=== Given entries ===
/** The many ways people write the same quantity, what is refused with which hint, and that no text takes long. */
import fc from "fast-check";
import { describe, expect, it } from "vitest";
import {
  type Dimension,
  MAX_ENERGIES,
  parseEnergies,
  parseQuantity,
  QuantityError,
} from "#src/lib/quantities/index.ts";

const energies = (text: string) => parseEnergies(text, { defaultUnit: "keV" });
const DEFAULTS: Readonly<Record<Dimension, string>> = {
  energy: "keV",
  length: "mm",
  density: "g/cm3",
  fraction: "%",
  concentration: "mg/mL",
  dose: "Gy",
  time: "s",
  flux: "/s/mm2",
};

function refusal(read: () => unknown): QuantityError {
  try {
    read();
  } catch (error) {
    if (error instanceof QuantityError) return error;
    throw error;
  }
  throw new Error("It was accepted.");
}

describe("units", () => {
  it.each([
    "24 keV",
    "24keV",
    "24 kev",
    "24 KeV",
    "24 KEV",
    "24000 eV",
    "24000 EV",
    "0.024 MeV",
    "+24",
    "2.4e1 keV",
    "24\u00a0keV",
  ])("reads %j as 24 keV", (text) => {
    expect(energies(text)).toEqual({ energiesEv: [24000], kind: "single" });
  });

  it.each(["0.62 Å", "0.62 \u212b", "0.62 A", "0.62angstrom", "0.062 nm", "62 pm", "6.2e-5 µm"])(
    "reads %j as the same wavelength",
    (text) => {
      expect(energies(text).energiesEv[0]).toAgreeWithin(energies("0.62 Å").energiesEv[0]!, 1e-12);
    },
  );

  it.each([
    "1.19",
    "1.19 g/cm3",
    "1.19 g/cm³",
    "1.19 g/cm^3",
    "1.19 g cm-3",
    "1.19 g·cm⁻³",
    "1.19 g cm^-3",
    "1.19 g/mL",
    "1.19 g/ml",
    "1.19 g/cc",
    "1.19 kg/L",
    "1190 kg/m3",
    "1190 kg m⁻³",
    "1190 mg/cm3",
  ])("reads %j as 1190 kg/m³", (text) => {
    expect(parseQuantity(text, "density", { defaultUnit: "g/cm3" })).toBe(1190);
  });

  it("leaves no rounding of its own", () => {
    expect(parseQuantity("20 µm", "length", { defaultUnit: "mm" })).toBe(20e-6);
    expect(parseQuantity("33.1694", "energy", { defaultUnit: "keV" })).toBe(33169.4);
    expect(parseQuantity("7 %", "fraction", { defaultUnit: "%" })).toBe(0.07);
  });

  it.each(["8 meV", "8 mev", "8 mEV"])("does not take %s for MeV", (text) => {
    expect(refusal(() => energies(text)).code).toBe("unknownUnit");
  });
});

describe("columns and lists", () => {
  it.each([
    ["keV\n8\n12", [8000, 12000]],
    ["E (eV)\n8000\n12000\n", [8000, 12000]],
    ["Energy [Å]\r\n1\r\n", [12398.419843320026]],
    ["8\r\n12", [8000, 12000]],
    ["8\t12\t", [8000, 12000]],
    ["8 keV; 9000 eV; 0.5 Å", [8000, 9000, 24796.839686640052]],
    ["8,\n12,\n", [8000, 12000]],
    ["1e1 2e1", [10000, 20000]],
  ])("reads %j", (text, expected) => {
    const { energiesEv } = energies(text);
    expect(energiesEv).toHaveLength(expected.length);
    for (const [index, energyEv] of energiesEv.entries()) expect(energyEv).toAgreeWithin(expected[index]!, 1e-12);
  });

  it.each([
    ["8,0 keV, 9,5 keV", 1, /8\.0/],
    ["8.5; 9,5", 6, /9\.5/],
    ["8,5\n9,5", 1, /8\.5/],
    ["12, 18,24", 5, /18\.24/],
  ])("refuses the decimal comma in %j, with a hint", (text, position, hint) => {
    expect(refusal(() => energies(text))).toMatchObject({
      code: "decimalComma",
      position,
      message: expect.stringMatching(hint) as string,
    });
  });

  it("does not read 10 000 eV as two energies", () => {
    expect(refusal(() => energies("10 000 eV")).message).toContain("10000");
  });

  it("names the place of what it cannot read", () => {
    expect(refusal(() => energies("8 keV, 9 keV, ten keV")).position).toBe(15);
    expect(refusal(() => energies("8 keV\n9 kg")).position).toBe(9);
    expect(refusal(() => energies("8\u200b keV"))).toMatchObject({ code: "invisibleCharacter", position: 2 });
    expect(refusal(() => energies("8 keV\u0000")).message).toContain("U+0000");
  });
});

describe("ranges", () => {
  it.each([
    "5 to 7 keV step 0.5",
    "5-7 keV step 0.5",
    "5 - 7 keV step 0.5",
    "5 keV – 7 keV, step 0.5",
    "5..7 keV every 0.5",
    "5 to 7 keV by 500 eV",
    "5 keV to 7000 eV step 0.5 keV",
    "5000 to 7000 eV step 500",
    "5 TO 7 keV steps of 0.5 keV",
  ])("reads %j", (text) => {
    expect(energies(text)).toEqual({ energiesEv: [5000, 5500, 6000, 6500, 7000], kind: "range" });
  });

  it.each([
    "10 to 40 keV in 2 steps",
    "10 to 40 keV, 3 points",
    "10-40 keV 2 steps",
    "10 keV to 40 keV in 3 points",
    "10 to 40 in 2",
  ])("reads %j, even in log energy", (text) => {
    expect(energies(text).energiesEv).toEqual([10000, 20000, 40000]);
  });

  it("steps wavelengths in their own unit", () => {
    const { energiesEv } = energies("1 to 2 Å step 0.5");
    expect(energiesEv).toHaveLength(3);
    for (const [index, angstrom] of [1, 1.5, 2].entries())
      expect(energiesEv[index]).toAgreeWithin(12398.419843320026 / angstrom, 1e-11);
  });

  it("keeps signs and exponents apart from dashes", () => {
    expect(energies("1e-2 MeV").energiesEv).toEqual([10000]);
    expect(refusal(() => energies("8 -5 keV")).code).toBe("notPositive");
    expect(refusal(() => energies("-5 keV")).code).toBe("notPositive");
    expect(refusal(() => energies("5 to -3 keV")).code).toBe("notPositive");
  });

  it.each([
    ["60 to 5 keV", "rangeReversed"],
    ["2 to 0.5 Å", "rangeReversed"],
    ["5 to 5 keV", "rangeReversed"],
    ["5 to 60 keV step 0", "stepNotPositive"],
    ["5 to 60 keV step -1", "stepNotPositive"],
    ["5 to 60 keV in 0 steps", "stepNotPositive"],
    ["5 to 60 keV, 1 point", "stepNotPositive"],
    ["5 to 60 keV step 1e-9", "tooMany"],
    ["5 to 60 keV in 99999999999999999999 steps", "tooMany"],
    ["5 to 60 keV step 1 Å", "wrongDimension"],
    ["5 to 60 keV step 1 parsec", "unknownUnit"],
    ["5,5 to 60 keV", "decimalComma"],
  ])("refuses %j as %s", (text, code) => {
    expect(refusal(() => energies(text)).code).toBe(code);
  });

  it("holds as many energies as a list, and no more", () => {
    expect(energies(`5 to 60 keV in ${MAX_ENERGIES - 1} steps`).energiesEv).toHaveLength(MAX_ENERGIES);
    expect(refusal(() => energies(`5 to 60 keV in ${MAX_ENERGIES} steps`)).code).toBe("tooMany");
  });
});

describe("any text", () => {
  const pieces = fc.constantFrom(
    "5",
    "60",
    "0",
    "-1",
    "1e9",
    "1e308",
    "1e-320",
    "1e400",
    " to ",
    " in ",
    " step ",
    "–",
    "-",
    "keV",
    "Å",
    "g/cm3",
    "%",
    "mg/mL",
    ",",
    ";",
    "\n",
    " ",
    "(",
    ")",
    "\u0000",
    "٣",
  );
  const texts = fc.oneof(
    fc.string({ unit: "binary", maxLength: 80 }),
    fc.array(pieces, { maxLength: 10 }).map((list) => list.join("")),
  );

  it("gives a finite number or a QuantityError with a place and a sentence", () => {
    fc.assert(
      fc.property(texts, fc.constantFrom(...(Object.keys(DEFAULTS) as Dimension[])), (text, dimension) => {
        try {
          expect(Number.isFinite(parseQuantity(text, dimension, { defaultUnit: DEFAULTS[dimension] }))).toBe(true);
        } catch (error) {
          if (!(error instanceof QuantityError)) throw error;
          expect(error.position).toBeGreaterThan(0);
          expect(error.message).toMatch(/^\S.*\.$/s);
          expect(error.message.length).toBeLessThan(250);
        }
      }),
      { numRuns: 4000, seed: 17 },
    );
  });

  it.each([
    ["letters", "a".repeat(127_000)],
    ["products", "m*m".repeat(42_000)],
    ["spaces", `${" ".repeat(127_000)}8`],
    ["spaces within", `8${" ".repeat(127_000)}9`],
    ["digits", "8".repeat(127_000)],
    ["digits with commas", "8,".repeat(63_000)],
    ["numbers without commas", "8 ".repeat(63_000)],
    ["decimal commas that are none", "1,1.".repeat(31_000)],
    ["ranges", "5 to ".repeat(25_000)],
    ["dashes", "–".repeat(127_000)],
    ["brackets", "(".repeat(127_000)],
    ["units", `8 keV${"\n8 keV".repeat(15_000)}`],
  ])("of 127,000 characters is answered within a second: %s", (_, text) => {
    const start = performance.now();
    try {
      expect(energies(text).energiesEv.length).toBeLessThanOrEqual(MAX_ENERGIES);
    } catch (error) {
      expect(error).toBeInstanceOf(QuantityError);
    }
    expect(performance.now() - start).toBeLessThan(1000);
  });
});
===
What to do » Your task is to find every line above containing the word "message" and copy it.

Answer section »
      message: expect.stringMatching(hint) as string,
    expect(refusal(() => energies("10 000 eV")).message).toContain("10000");
    expect(refusal(() => energies("8 keV\u0000")).message).toContain("U+0000");
          expect(error.message).toMatch(/^\S.*\.$/s);
          expect(error.message.length).toBeLessThan(250);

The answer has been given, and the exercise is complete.